Solved: Dashboard SSO with SAML and Azure AD - Consumer URL broken?

tkovac · ‎03-21-2022

I've been trying to configure SAML for management login and followed Configuring SAML SSO with Azure AD - Cisco Meraki

Going to dashboard.meraki.com just goes to the logon page and SSO never initiates.

When I click Test from Azure it logs me in fine.

There are no options in Meraki Dashboard to add the Login URL, Azure AD Identifier or Logout URL from Azure.

Is anyone able to tell me what I'm missing here?

Thanks.

Bruce · ‎03-22-2022

The issue is this statement in the document…

You can’t do a SAML login from the Service Provider (I.e. the Dashboard). You need to login through the identity provider (IdP) and it should then redirect you to the Dashboard and pass the SAML token in the process.

View solution in original post

Bruce · ‎03-22-2022

The issue is this statement in the document…

You can’t do a SAML login from the Service Provider (I.e. the Dashboard). You need to login through the identity provider (IdP) and it should then redirect you to the Dashboard and pass the SAML token in the process.

tkovac · ‎03-22-2022

Thanks @Bruce - is that the URL that Azure gives?

When I try that I get this:

Sorry, but we’re having trouble signing you in.

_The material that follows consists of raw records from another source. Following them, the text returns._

/** A run as its observer sees it: where steps end, what they show, how runs end. */
import { describe, expect, it } from 'vitest';
import { stencilAt } from '../../../solver/grid';
import type { Exposure, Project, Settings } from '../../../solver/model';
import { createRun, succeeded, type Run, type Step } from '../../../solver/stepping';
import { course, film, flux, held, insulated, toTheEnd, wall, type LayerSpec, type StageSpec } from '../../support';

const steel: LayerSpec = { thickness: 0.01, conductivity: 45, density: 7850, heatCapacity: 500 };
const brick: LayerSpec = { thickness: 0.05, conductivity: 1.2, density: 2000, heatCapacity: 900 };

const schemes: [string, Partial<Settings>][] = [
  ['automatic', { scheme: 'automatic' }],
  ['automatic on cells', { scheme: 'automatic', grid: { cells: 6 } }],
  ['explicit', { scheme: 'explicit', step: 0.3, grid: { nodes: 4 } }],
  ['implicit', { scheme: 'implicit', step: 17, grid: { nodes: 6 } }],
  ['Crank–Nicolson', { scheme: 'crankNicolson', step: 17, grid: { nodes: 6 } }],
  ['Crank–Nicolson on cells', { scheme: 'crankNicolson', step: 17, grid: { cells: 6 } }],
];

/** Schedules with kinks at 100, 130, 250 and 390 s, a jump at 300 s, and stage edges at 200 and 400 s. */
const stages: StageSpec[] = [
  {
    lasts: 200,
    start: {
      kind: 'film',
      coefficient: course(10, [{ to: 60, duration: 100 }]),
      surroundings: course(20, [{ to: 600, duration: 130 }]),
    },
    end: film(10, 20),
  },
  {
    lasts: 200,
    start: {
      kind: 'film',
      coefficient: course(60, [{ hold: 100 }, { to: 300, duration: 0 }, { hold: 90 }, { to: 10, duration: 10 }]),
      surroundings: 20,
    },
    end: { kind: 'temperature', temperature: course(40, [{ to: 90, duration: 50 }]) },
  },
];
const edges = [100, 130, 200, 250, 300, 390, 400];
const plan = (settings: Partial<Settings>, more: StageSpec[] = stages): Project =>
  wall({ layers: [steel, { ...brick, contact: 1e-3 }, steel], initial: [20, 20, 60], stages: more, settings });

function watch(project: Project, look: (step: Step, run: Run) => void): Run {
  const run: Run = createRun(project, (step) => look(step, run));
  expect(toTheEnd(run).reason).toBe('finished');
  return run;
}

describe.each(schemes)('a run of the scheme: %s', (_, settings) => {
  it('goes from 0 to the end without a gap, and ends a step on every edge, kink and jump', () => {
    const ends: number[] = [0];
    watch(plan(settings), (step) => {
      expect(step.from).toBe(ends[ends.length - 1]);
      expect(step.to).toBeGreaterThan(step.from);
      for (const edge of edges) expect(step.from < edge && edge < step.to).toBe(false);
      expect(step.stage).toBe(step.to <= 200 ? 0 : 1);
      ends.push(step.to);
    });
    for (const edge of edges) expect(ends).toContain(edge);
  });

  it('shows a dense output that meets both ends of the step and is continuous from step to step', () => {
    let last: Float64Array | null = null;
    let faces = 0;
    const field = new Float64Array(1000);
    watch(plan(settings), (step) => {
      step.at(0, field);
      step.before.forEach((value, i) => expect(Math.abs(field[i] - value)).toBeLessThan(1e-9));
      step.at(1, field);
      step.after.forEach((value, i) => expect(Math.abs(field[i] - value)).toBeLessThan(1e-9));
      if (last !== null) {
        const inner = step.before.subarray(1, -1);
        inner.forEach((value, i) => expect(value).toBe(last?.[i + 1]));
        if (step.before[0] !== last[0] || step.before[last.length - 1] !== last[last.length - 1]) faces++;
      }
      last = Float64Array.from(step.after);
    });
    // Only a held temperature that jumps, or faces without heat of their own, move at once.
    expect(faces).toBeLessThanOrEqual(edges.length);
  });

  it('shows the same temperature at a point alone, in a combination and in the whole field', () => {
    const field = new Float64Array(1000);
    watch(plan(settings), (step, { points }) => {
      for (const fraction of [0, 0.3, 0.9]) {
        step.at(fraction, field);
        const { length } = points.position;
        for (const point of [0, 1, points.layerStart[1], length - 1]) {
          expect(step.combinationAt([point], [1], fraction)).toBeCloseTo(field[point], 9);
        }
        const { points: chosen, weights } = stencilAt(points, 0.033);
        const expected = chosen.reduce((sum, point, i) => sum + weights[i] * field[point], 0);
        expect(step.combinationAt(chosen, weights, fraction)).toBeCloseTo(expected, 9);
      }
    });
  });

  it('has a dense output of at most the fourth degree at every point while coefficients hold', () => {
    const constant = plan(settings, [
      { lasts: 300, start: { ...stages[0].start, coefficient: 40 } as Exposure, end: film(10, 20) },
    ]);
    const nodes = [0, 0.25, 0.5, 0.75, 1];
    const fields = nodes.map(() => new Float64Array(1000));
    const other = new Float64Array(1000);
    watch(constant, (step, { points }) => {
      nodes.forEach((fraction, i) => step.at(fraction, fields[i]));
      step.at(0.6, other);
      const lagrange = nodes.map((at, i) => nodes.reduce((w, x, j) => (i === j ? w : (w * (0.6 - x)) / (at - x)), 1));
      for (let point = 0; point < points.position.length; point++) {
        const byFive = lagrange.reduce((sum, weight, i) => sum + weight * fields[i][point], 0);
        expect(Math.abs(byFive - other[point])).toBeLessThan(1e-8);
      }
    });
  });

  it('shows at a film the flux that its law gives from the temperatures shown, and an imposed flux as it is', () => {
    const given = plan(settings, [
      { lasts: 300, start: film(40, 500), end: { kind: 'flux', flux: course(0, [{ to: 3000, duration: 300 }]) } },
    ]);
    watch(given, (step) => {
      for (const fraction of [0, 0.4, 1]) {
        const face = step.combinationAt([0], [1], fraction);
        expect(step.faceFluxAt('start', fraction)).toBeCloseTo(40 * (500 - face), 6);
        expect(step.faceFluxAt('end', fraction)).toBeCloseTo(10 * (step.from + fraction * (step.to - step.from)), 6);
      }
    });
  });

  it('gives the same digits every time', () => {
    const digits = (): number[] => {
      const all: number[] = [];
      watch(plan(settings), (step) => all.push(step.to, ...step.after, step.faceFluxAt('start', 0.5)));
      return all;
    };
    expect(digits()).toEqual(digits());
  });

  it('starts from the temperatures given, before any exposure acts', () => {
    const run = createRun(plan(settings, [{ lasts: 10, start: held(500), end: film(1000, 900) }]), () => undefined);
    expect(run.start[0]).toBe(20);
    expect(run.start[run.start.length - 1]).toBe(60);
    expect(run.time).toBe(0);
  });

  it('counts what it does', () => {
    let steps = 0;
    const run = watch(plan(settings), () => steps++);
    const figures = run.figures();
    expect(figures.steps).toBe(steps);
    expect(figures.scheme).toBe(settings.scheme);
    expect(figures.volumes).toBeGreaterThanOrEqual(10);
    expect(figures.factorisations).toBeGreaterThan(0);
    expect(figures.factorisations).toBeLessThanOrEqual(steps + figures.rejected);
    expect(figures.method.length).toBeGreaterThan(5);
  });
});

describe('the steps of a scheme with a chosen step', () => {
  const lengths = (settings: Partial<Settings>, of: StageSpec[]): number[] => {
    const all: number[] = [];
    watch(wall({ layers: [brick], initial: 20, stages: of, settings: { grid: { nodes: 5 }, ...settings } }), (step) =>
      all.push(Number((step.to - step.from).toPrecision(9))),
    );
    return all;
  };

  it('are that step where it fits, and equally shorter where it does not', () => {
    const of = [
      { lasts: 60, start: film(10, 100) },
      { lasts: 25, start: film(10, 100) },
    ];
    expect(lengths({ scheme: 'implicit', step: 20 }, of)).toEqual([20, 20, 20, 12.5, 12.5]);
  });

  it('are one short one where a stage is shorter than the step', () => {
    expect(lengths({ scheme: 'implicit', step: 20 }, [{ lasts: 3 }, { lasts: 20 }])).toEqual([3, 20]);
  });

  it('begin with damped half steps after a jump in Crank–Nicolson, and only there', () => {
    const kinked = film(10, 100);
    const of: StageSpec[] = [
      { lasts: 60, start: kinked },
      { lasts: 40, start: kinked },
      { lasts: 60, start: film(10, 20) },
    ];
    expect(lengths({ scheme: 'crankNicolson', step: 20 }, of)).toEqual([10, 10, 10, 10, 20, 20, 20, 10, 10, 10, 10, 20]);
    expect(lengths({ scheme: 'crankNicolson', step: 20, dampedSteps: 0 }, of)).toEqual([20, 20, 20, 20, 20, 20, 20, 20]);
    expect(lengths({ scheme: 'crankNicolson', step: 20, dampedSteps: 1 }, of).slice(0, 4)).toEqual([
      10, 16.6666667, 16.6666667, 16.6666667,
    ]);
  });

  it('carry damping that is still due over a kink', () => {
    const early: Exposure = {
      kind: 'film',
      coefficient: 10,
      surroundings: course(100, [{ hold: 20 }, { to: 300, duration: 80 }]),
    };
    expect(lengths({ scheme: 'crankNicolson', step: 20 }, [{ lasts: 100, start: early }])).toEqual([10, 10, 10, 10, 20, 20, 20]);
  });

  it('factorise once a step size while coefficients hold', () => {
    const run = watch(
      wall({
        layers: [brick],
        initial: 20,
        stages: [{ lasts: 2000, start: film(10, 100) }],
        settings: { scheme: 'implicit', step: 2 },
      }),
      () => undefined,
    );
    expect(run.figures()).toMatchObject({ steps: 1000, factorisations: 1 });
  });
});

describe('a held face', () => {
  it.each<[string, Partial<Settings>]>([
    ['automatic', { scheme: 'automatic' }],
    ['implicit', { scheme: 'implicit', step: 5 }],
    ['explicit', { scheme: 'explicit', step: 0.5, grid: { nodes: 11 } }],
    ['Crank–Nicolson on cells', { scheme: 'crankNicolson', step: 5, grid: { cells: 9 } }],
  ])('has its temperature to the digit at every step, from the jump on: %s', (_, settings) => {
    const project = wall({ layers: [brick], initial: 20, stages: [{ lasts: 100, start: held(500) }], settings });
    watch(project, (step) => {
      expect(step.before[0]).toBeCloseTo(500, 9);
      expect(step.after[0]).toBeCloseTo(500, 9);
      expect(step.combinationAt([0], [1], 0.5)).toBeCloseTo(500, 9);
    });
  });

  it('does not push its neighbours to the other side, at any instant', () => {
    const field = new Float64Array(1000);
    const layersOf: LayerSpec[] = [{ ...steel, thickness: 0.01 }, brick];
    for (const grid of ['automatic', { nodes: 9 }] as Settings['grid'][]) {
      for (const accuracy of [1, 0.1]) {
        let lowest = Infinity;
        let highest = -Infinity;
        const stagesOf = [{ lasts: 3600, start: held(500), end: held(20) }];
        watch(wall({ layers: layersOf, initial: 20, stages: stagesOf, settings: { accuracy, grid } }), (step, { points }) => {
          for (const fraction of [0, 0.1, 0.5, 1]) {
            step.at(fraction, field);
            const used = field.subarray(0, points.position.length);
            lowest = Math.min(lowest, ...used);
            highest = Math.max(highest, ...used);
          }
        });
        expect(lowest).toBeGreaterThan(20 - 0.1);
        expect(highest).toBeLessThan(500 + 0.1);
      }
    }
  });
});

describe('the end of a run', () => {
  it('comes with the last step, and nothing comes after it', () => {
    const project = wall({ layers: [brick], initial: 20, stages: [{ lasts: 10 }], settings: { scheme: 'implicit', step: 5 } });
    let steps = 0;
    const run = createRun(project, () => steps++);
    expect(run.advance()).toBeNull();
    const outcome = run.advance();
    expect(outcome).toEqual({ reason: 'finished', reached_s: 10, stage: 's0', message: null });
    expect(steps).toBe(2);
    expect(outcome !== null && succeeded(outcome)).toBe(true);
    expect(() => run.advance()).toThrow('ended');
  });

  it('can be left before it comes: energy, figures and time are those so far', () => {
    const run = createRun(plan({ scheme: 'implicit', step: 17 }), () => undefined);
    run.advance();
    expect(run.time).toBeGreaterThan(0);
    expect(run.figures().steps).toBe(1);
    expect(run.energy().closure).toBeLessThan(1e-12);
  });

  it('finds insulated walls, fluxes both ways and thirty layers no trouble', () => {
    const thirty = Array.from({ length: 30 }, (_, i) => (i % 2 === 0 ? { ...steel, thickness: 0.002, contact: 1e-4 } : brick));
    for (const of of [
      [{ lasts: 3600, start: film(30, 600), end: film(10, 20) }],
      [{ lasts: 100 }],
      [{ lasts: 100, start: flux(1e4), end: flux(-1e4) }],
      [{ lasts: 100, start: insulated, end: held(80) }],
    ]) {
      const run = watch(wall({ layers: thirty, initial: 20, stages: of }), () => undefined);
      expect(run.figures().volumes).toBeGreaterThanOrEqual(100);
      expect(run.figures().steps).toBeLessThan(200);
    }
  });
});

AADSTS750054: SAMLRequest or SAMLResponse must be present as query string parameters in HTTP request for SAML Redirect binding.

tkovac · ‎03-24-2022

I have found the full URL that Azure uses but as yet have been unable to turn this into a useable seamless link.

Thanks for the help anyway.

DaSz · ‎10-10-2022

You have to separately configure Service Provider-initiated SAML to do SSO from the dashboard, see https://documentation.meraki.com/General_Administration/Managing_Dashboard_Access/SP-Initiated_SAML_...

tkovac · ‎10-10-2022

Thanks - I will check this out when I get some time and report back.

Dudleydogg · ‎12-03-2022

I setup 2 dashboards one works perfectly, and the other one goes through the redirect process then Just lands on the Meraki page with a dialog that says "TRUE" and never goes to the dashboard, Test from the Azure portal are all Green. Thoughts or suggestions?

Aaron_Kennedy · ‎02-12-2023

I ran into this issue today. It turns out that any account that tries to use SAML/SSO access to Meraki dashboard cannot have the same email address (username) as an already existing Meraki dashboard account.

As soon as I configured a different administrative account in Azure for write access to Meraki dashboard, that account was able to progress through the SSO process and get deposited in the dashboard without landing on the "true" page.

tkovac · ‎02-12-2023

Thanks @Aaron_Kennedy , just tried this and it worked when using the direct link but it still doesn't work from the dashboard as @Bruce stated.

I can't really see the benefit of it until it does work from the dashboard.

C3SGInc · ‎12-14-2022

Has anyone been able to get the SP-Initiated SAML SSO to work? I can get the test to work and then went through the guide to add SP-Initiated. I go to the url for my subdomain and select SSO and get directed to my AAD login, complete the login but then get an error that my application identifier was not found in the directory.

Any ideas?

tkovac · ‎02-12-2023

Looks like nothing has changed since @Bruce posted the solution here. Just tried this morning and still can't do it from SP.

Aaron_Kennedy · ‎02-13-2023

I also had some issues with SP when I tried to set it up. I was able to get IdP working easily, but the SP process was still broken (and some necessary configuration elements were missing from Organization-->Settings in the dashboard).

But then I found a toggle button in the Organization-->Early Access section of dashboard where I could turn on SAML SSO. After flipping that toggle button, the required configuration options showed up in the dashboard settings and I could complete the SP setup process and get it working properly.

CHTL-User · ‎08-08-2023

This was really useful - I had all of the same problems and got it working.

A couple of sticking points - I finally found the User access URL for ldP initiated access under Meraki Dashboard App > Properties. That worked fine.

After enabling SP-initiated SAML, I got the same message as @C3SGInc (Application with identifier xxxx not found in directory) - I had to add an additional Identifier under Meraki Dashboard App > Single sign-on > Basic SAML Config specifying https://[organisation].sso.meraki.com. After that, it worked.

Otherwise, I followed the KB articles and advice in this post and got there in the end. Thanks.